### EXERCISE DIRECTIONS
Among the entries below, count the lines where the string "quantity" occurs, and give only the number.
╭─ DATA SUPPLIED
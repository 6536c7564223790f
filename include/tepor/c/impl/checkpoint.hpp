#pragma once
// Checkpoints of marches, and periodic states.

#include <tepor/c/impl/march.hpp>
#include <tepor/output/checkpoint_file.hpp>

struct tepor_periodic {
    tepor::Periodic periodic;
};

extern "C" {

tepor_status tepor_march_checkpoint(tepor_session* session, const tepor_march* march, tepor_checkpoint** out) {
    return tepor::c::run(session, march && out, [&] { *out = new tepor_checkpoint{march->march.checkpoint()}; });
}
tepor_status tepor_checkpoint_from_bytes(tepor_session* session, const unsigned char* bytes, size_t count,
                                         tepor_checkpoint** out) {
    return tepor::c::run(session, bytes && out, [&] {
        *out = new tepor_checkpoint{tepor::Checkpoint(std::vector<unsigned char>(bytes, bytes + count))};
    });
}
tepor_status tepor_checkpoint_load(tepor_session* session, const char* path, tepor_checkpoint** out) {
    return tepor::c::run(session, path && out, [&] { *out = new tepor_checkpoint{tepor::load_checkpoint(path)}; });
}
tepor_status tepor_checkpoint_save(tepor_session* session, const tepor_checkpoint* checkpoint, const char* path) {
    return tepor::c::run(session, checkpoint && path, [&] { tepor::save(checkpoint->checkpoint, path); });
}
const unsigned char* tepor_checkpoint_bytes(const tepor_checkpoint* checkpoint) {
    return checkpoint ? checkpoint->checkpoint.bytes().data() : nullptr;
}
size_t tepor_checkpoint_size(const tepor_checkpoint* checkpoint) {
    return checkpoint ? checkpoint->checkpoint.bytes().size() : 0;
}
void tepor_checkpoint_free(tepor_checkpoint* checkpoint) {
    delete checkpoint;
}

tepor_status tepor_periodic_steady(tepor_session* session, const tepor_body* body, double period,
                                   const tepor_march_options* options, tepor_periodic** out) {
    return tepor::c::run(session, body && options && out, [&] {
        *out = new tepor_periodic{
            tepor::periodic_steady(body->body, period, tepor::c::theta_of(tepor::c::options_of(options)))};
    });
}
tepor_status tepor_periodic_swing(tepor_session* session, tepor_periodic* periodic, const tepor_quantity* quantity,
                                  tepor_swing* swing) {
    return tepor::c::run(session, periodic && quantity && swing, [&] {
        const tepor::Swing found = periodic->periodic.swing(quantity->quantity);
        tepor_swing out{};
        out.low = found.low.value;
        out.low_time = found.low.time;
        out.high = found.high.value;
        out.high_time = found.high.time;
        out.mean = found.mean;
        tepor::c::give(out, swing);
    });
}
tepor_status tepor_periodic_field(tepor_session* session, const tepor_periodic* periodic, tepor_field** out) {
    return tepor::c::run(session, periodic && out, [&] { *out = new tepor_field{periodic->periodic.march.field()}; });
}
void tepor_periodic_free(tepor_periodic* periodic) {
    delete periodic;
}

} // extern "C"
╰─
### FINAL ANSWER
3